A major exception to this, which should be mentioned is any city with a shrine in it. You will notice that the shrine income applies to this one city only. So regardless of where your slider is, this city will be making a lot of money and would benefit significantly from +% gold buildings.
 
I've enjoyed playing around with cultural strategies in pursuit of various victory types (I have emperor and above wins on over half the civs so far - yes, I've been playing too much civ!). A couple thoughts:

1. The most effective way to delay AI spaceships is to give them wars to fight instead. This doesn't require a huge military on your part, just enough to defend your holdings.

2. Commerce+cathedrals is indeed the key. Great Artists are a red herring. Great scientists and engineers are more effective in developing your civ. If you get an artist accidentally, they don't suck, but the other options are stronger.

3. Depending on your traits + availability of stone/marble, wonders are a viable source of culture/GPP/unique effects. My earliest actual cultural win featured Asoka getting Pyramids and Hanging Gardens early, and riding the Great Engineer train to a virtual wonder monopoly. I went ahead to Flight in this game before the switch, so the 1904 win date probably could have been improved upon.

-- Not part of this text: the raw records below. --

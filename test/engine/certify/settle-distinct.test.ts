import { describe, expect, it } from 'vitest';
import { settleDistinct } from '../../../src/engine/certify/settle-distinct.ts';
import type { PointCertificate } from '../../../src/engine/certify/certify-point.ts';

// Reference: the logic of the certificate (Krawczyk 1969: a passing box holds exactly one solution, and so does its
// image K(X) ⊂ X): disjoint enclosures are different solutions; overlapping ones are the same exactly when a box
// around both passes the test; otherwise they count once (at least one solution, possibly two).
const certificate = (box: number[], enclosure: number[], real = false): PointCertificate => ({
  certified: true, certifiedReal: real, radius: 1, box: Float64Array.from(box), enclosure: Float64Array.from(enclosure),
});
const refused: PointCertificate = { certified: false, certifiedReal: false, radius: 0, box: new Float64Array(0), enclosure: new Float64Array(0), reason: 'refused' };

describe('settling distinct solutions', () => {
  it.each([
    ['disjoint boxes: two solutions', [certificate([0, 1, 0, 1], [0.4, 0.6, 0.4, 0.6]), certificate([2, 3, 0, 1], [2.4, 2.6, 0.4, 0.6])], false, 2, [undefined, undefined], 0],
    ['overlapping boxes, disjoint enclosures: still two', [certificate([0, 2, 0, 1], [0.1, 0.2, 0.4, 0.6]), certificate([1, 3, 0, 1], [2.4, 2.6, 0.4, 0.6])], false, 2, [undefined, undefined], 0],
    ['overlapping enclosures, hull passes: the same solution', [certificate([0, 1, 0, 1], [0.4, 0.6, 0.4, 0.6]), certificate([0.2, 1.2, 0, 1], [0.5, 0.7, 0.4, 0.6])], true, 1, [undefined, 0], 1],
    ['overlapping enclosures, hull fails: counted once, not proven the same', [certificate([0, 1, 0, 1], [0.4, 0.6, 0.4, 0.6]), certificate([0.2, 1.2, 0, 1], [0.5, 0.7, 0.4, 0.6])], false, 1, [undefined, undefined], 1],
    ['refused points are not counted', [refused, certificate([0, 1, 0, 1], [0.4, 0.6, 0.4, 0.6])], false, 1, [undefined, undefined], 0],
  ] as [string, PointCertificate[], boolean, number, (number | undefined)[], number][])('%s', (_name, certificates, hullPasses, distinct, sameAs, hullTests) => {
    let hullCalls = 0;
    const report = settleDistinct(certificates, 1, () => { hullCalls++; return hullPasses; }, 0);
    expect(report.certifiedDistinct).toBe(distinct);
    expect(report.solutions.map((s) => s.sameAs)).toEqual(sameAs);
    expect(hullCalls).toBe(hullTests);
  });

  it('counts a group with a real-certified member as one real solution', () => {
    const report = settleDistinct([certificate([0, 1, -1, 1], [0.4, 0.6, -0.1, 0.1], true), certificate([0.2, 1.2, -1, 1], [0.5, 0.7, -0.1, 0.1])], 1, () => true, 0);
    expect([report.certified, report.certifiedDistinct, report.certifiedReal]).toEqual([2, 1, 1]);
  });
});
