// Shared by the build (index filter values, select options) and the browser (URL parameters): search filters in words.
import type { Realness } from '../realness.ts';

/** The search filters, in the order the search page shows them, with their labels. */
export const SEARCH_FILTERS = [
  { key: 'family', label: 'Family' },
  { key: 'count', label: 'True count' },
  { key: 'realness', label: 'Real solutions (demo)' },
] as const;

/** A search filter's key. */
export type FilterKey = (typeof SEARCH_FILTERS)[number]['key'];

const REALNESS_WORDS: Readonly<Record<Realness, string>> = {
  'all real found': 'All found solutions real',
  'some real': 'Some solutions real',
  'none real': 'No real solutions',
};

/** A family name in words: hyphens become spaces, first letter capitalised ("plane-curves" → "Plane curves"). */
export function familyWords(family: string): string {
  const words = family.replace(/-/g, ' ');
  return words.charAt(0).toUpperCase() + words.slice(1);
}

/** The realness filter value in words. */
export function realnessWords(realness: Realness): string {
  return REALNESS_WORDS[realness];
}

/** The count filter value: the true count's digits, or "unknown". */
export function countValue(count: number | null): string {
  return count === null ? 'unknown' : String(count);
}

/** How a filter value appears in a URL: lowercase words joined by hyphens ("Plane curves" → "plane-curves", "3264" → "3264"). */
export function filterParam(value: string): string {
  return value.normalize('NFKD').replace(/[\u0300-\u036f]/g, '').toLowerCase().replace(/[^a-z0-9]+/g, '-').replace(/^-+|-+$/g, '');
}
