/**
 * The degree of the Grassmannian G(k, n) of k-dimensional subspaces of n-space in its Plücker embedding, exactly:
 * the number of standard Young tableaux of the k × (n − k) rectangle, by the hook length formula
 * (k(n−k))! / ∏ hook(i, j), where the cell in row i, column j (from 0) of the rectangle has hook (k − i) + (n − k − j) − 1.
 * It is the number of k-planes meeting k(n − k) general (n − k)-planes nontrivially. Requires 0 ≤ k ≤ n (integers).
 */
export function grassmannianDegree(k: number, n: number): bigint {
  if (!Number.isInteger(k) || !Number.isInteger(n) || k < 0 || k > n) throw new RangeError(`grassmannianDegree: need integers 0 ≤ k ≤ n, got k = ${k}, n = ${n}`);
  const columns = n - k;
  let cells = 1n, hooks = 1n;
  for (let c = 1; c <= k * columns; c++) cells *= BigInt(c);
  for (let i = 0; i < k; i++) for (let j = 0; j < columns; j++) hooks *= BigInt(k - i + columns - j - 1);
  return cells / hooks;
}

The darkhorse candidate is the infinite Great Merchant strategy (each two super specialists will feed a regular). I got a city to 19 Merchants and 2100 culture per turn (312 GPP/turn) with this approach.
 
I'm nearing the end of my 2nd cultural game. It's going well, but I'm not sure if it's going well enough. I'm in the early 1800's: 1 city is producing +/- 550 cpt, the other 2 are producing +/- 440 cpt. I'm playing on Noble and don't know if I'll beat the space race.

I'm trying something slightly different than walkerjks' original startegy. I'm using some of my great artists as super specialists in my city #'s 2 & 3. Once I knew for sure which ones they would be, I brought in the specialists. I only added 3 each to #2 & #3 culture cities. I added 2 at a time to one city and found that those 2 added 70 cpt in 1 city. I was very surprised, that's 35 cpt each:eek: I guess it has to do with the multipliers?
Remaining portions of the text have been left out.